▸ Extracted material
=-=-=-=-=

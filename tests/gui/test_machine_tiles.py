"""The ventilator chooser and the dialled settings beside the ideal ones (the text comes from ventset.present.dials;
the numbers are the plan's, checked here only to be the ones shown)."""

from __future__ import annotations

from tests.gui.conftest import settle
from ventset.gui import formstate as fs
from ventset.gui import machine_choice
from ventset.model import Circuit, Patient, Request


def choose(window, key: str) -> None:
    combo = window.form.machine_combo
    machine_choice.ensure(combo)  # what opening it does: the chooser reads its list when first used
    i = combo.findData(key)
    assert i >= 0, key
    combo.setCurrentIndex(i)
    combo.activated.emit(i)
    settle(window)


def test_no_ventilator_shows_no_machine_tiles(window):
    assert window.controller.plan.machine is None
    assert not window.settings_panel.machine.isVisible()


def test_a_flow_time_machine_shows_flow_and_time_in_its_order(window):
    choose(window, "flow_time_small_animal")
    p = window.controller.plan
    assert p.machine is not None and p.request.circuit.machine == "flow_time_small_animal"
    strip = window.settings_panel.machine
    assert strip.isVisible()
    names = [strip.tiles[f"machine_control_{i}"].name.text() for i in range(len(p.machine.settings))]
    assert names == [s.control.label for s in p.machine.settings]
    assert names[:2] == ["Inspiratory flow", "Inspiratory time"]
    first = p.machine.settings[0]
    assert strip.tiles["machine_control_0"].value.text() == first.control.text(first.value)
    assert "ideal" in strip.tiles["machine_control_0"].detail.text()
    assert not strip.tiles[f"machine_control_{len(p.machine.settings)}"].isVisible()
    assert strip.tiles["machine_paco2"].name.text() == "PaCO2 as dialled"
    assert strip.tiles["machine_paco2"].value.text() == f"{p.machine.expected_paco2_mmhg:.3g}"
    # The ideal tiles are still there beside them.
    assert window.settings_panel.tiles["set_vt"].name.text() == "Set tidal volume"
    choose(window, "")
    assert window.controller.plan.machine is None and not strip.isVisible()


def test_a_bellows_machine_round_trips_through_the_form_state(make_window):
    w = make_window(Request(Patient("dog", 20.0), Circuit(machine="bellows_ascending")))
    settle(w)
    p = w.controller.plan
    assert w.form.machine_combo.currentData() == "bellows_ascending"
    assert w.settings_panel.machine.tiles["machine_control_0"].name.text() == "Bellows volume"
    st = fs.state_from_request(p.request, w.form.units(), w.library)
    req, errors = fs.request_from_state(st, w.library)
    assert not errors and req == p.request


def test_the_chooser_reads_its_list_on_first_use(qtbot, window):
    """At start the chooser holds only "no ventilator" (the library is read from disk later, off the first
    frame); the first click on it lists every class before its list opens."""
    from PySide6.QtCore import QEvent, QPointF, Qt
    from PySide6.QtGui import QMouseEvent
    from PySide6.QtWidgets import QApplication

    from ventset.machines.data import load_machines

    combo = window.form.machine_combo
    assert combo.property("filled") is False and combo.count() == 1 and combo.currentData() == ""
    press = QMouseEvent(QEvent.Type.MouseButtonPress, QPointF(2, 2), QPointF(2, 2), Qt.MouseButton.LeftButton,
                        Qt.MouseButton.LeftButton, Qt.KeyboardModifier.NoModifier)
    QApplication.sendEvent(combo, press)
    combo.hidePopup()
    keys = {combo.itemData(i) for i in range(combo.count())}
    assert set(load_machines().classes) <= keys and combo.currentData() == ""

=-=-=-=-=

From the records above, extract everything verbatim.

filename tests/gui/test_machine_tiles.py
"""The ventilator chooser and the dialled settings beside the ideal ones (the text comes from ventset.present.dials;
the numbers are the plan's, checked here only to be the ones shown)."""

from __future__ import annotations

from tests.gui.conftest import settle
from ventset.gui import formstate as fs
from ventset.gui import machine_choice
from ventset.model import Circuit, Patient, Request


def choose(window, key: str) -> None:
    combo = window.form.machine_combo
    machine_choice.ensure(combo)  # what opening it does: the chooser reads its list when first used
    i = combo.findData(key)
    assert i >= 0, key
    combo.setCurrentIndex(i)
    combo.activated.emit(i)
    settle(window)


def test_no_ventilator_shows_no_machine_tiles(window):
    assert window.controller.plan.machine is None
    assert not window.settings_panel.machine.isVisible()


def test_a_flow_time_machine_shows_flow_and_time_in_its_order(window):
    choose(window, "flow_time_small_animal")
    p = window.controller.plan
    assert p.machine is not None and p.request.circuit.machine == "flow_time_small_animal"
    strip = window.settings_panel.machine
    assert strip.isVisible()
    names = [strip.tiles[f"machine_control_{i}"].name.text() for i in range(len(p.machine.settings))]
    assert names == [s.control.label for s in p.machine.settings]
    assert names[:2] == ["Inspiratory flow", "Inspiratory time"]
    first = p.machine.settings[0]
    assert strip.tiles["machine_control_0"].value.text() == first.control.text(first.value)
    assert "ideal" in strip.tiles["machine_control_0"].detail.text()
    assert not strip.tiles[f"machine_control_{len(p.machine.settings)}"].isVisible()
    assert strip.tiles["machine_paco2"].name.text() == "PaCO2 as dialled"
    assert strip.tiles["machine_paco2"].value.text() == f"{p.machine.expected_paco2_mmhg:.3g}"
    # The ideal tiles are still there beside them.
    assert window.settings_panel.tiles["set_vt"].name.text() == "Set tidal volume"
    choose(window, "")
    assert window.controller.plan.machine is None and not strip.isVisible()


def test_a_bellows_machine_round_trips_through_the_form_state(make_window):
    w = make_window(Request(Patient("dog", 20.0), Circuit(machine="bellows_ascending")))
    settle(w)
    p = w.controller.plan
    assert w.form.machine_combo.currentData() == "bellows_ascending"
    assert w.settings_panel.machine.tiles["machine_control_0"].name.text() == "Bellows volume"
    st = fs.state_from_request(p.request, w.form.units(), w.library)
    req, errors = fs.request_from_state(st, w.library)
    assert not errors and req == p.request


def test_the_chooser_reads_its_list_on_first_use(qtbot, window):
    """At start the chooser holds only "no ventilator" (the library is read from disk later, off the first
    frame); the first click on it lists every class before its list opens."""
    from PySide6.QtCore import QEvent, QPointF, Qt
    from PySide6.QtGui import QMouseEvent
    from PySide6.QtWidgets import QApplication

    from ventset.machines.data import load_machines

    combo = window.form.machine_combo
    assert combo.property("filled") is False and combo.count() == 1 and combo.currentData() == ""
    press = QMouseEvent(QEvent.Type.MouseButtonPress, QPointF(2, 2), QPointF(2, 2), Qt.MouseButton.LeftButton,
                        Qt.MouseButton.LeftButton, Qt.KeyboardModifier.NoModifier)
    QApplication.sendEvent(combo, press)
    combo.hidePopup()
    keys = {combo.itemData(i) for i in range(combo.count())}
    assert set(load_machines().classes) <= keys and combo.currentData() == ""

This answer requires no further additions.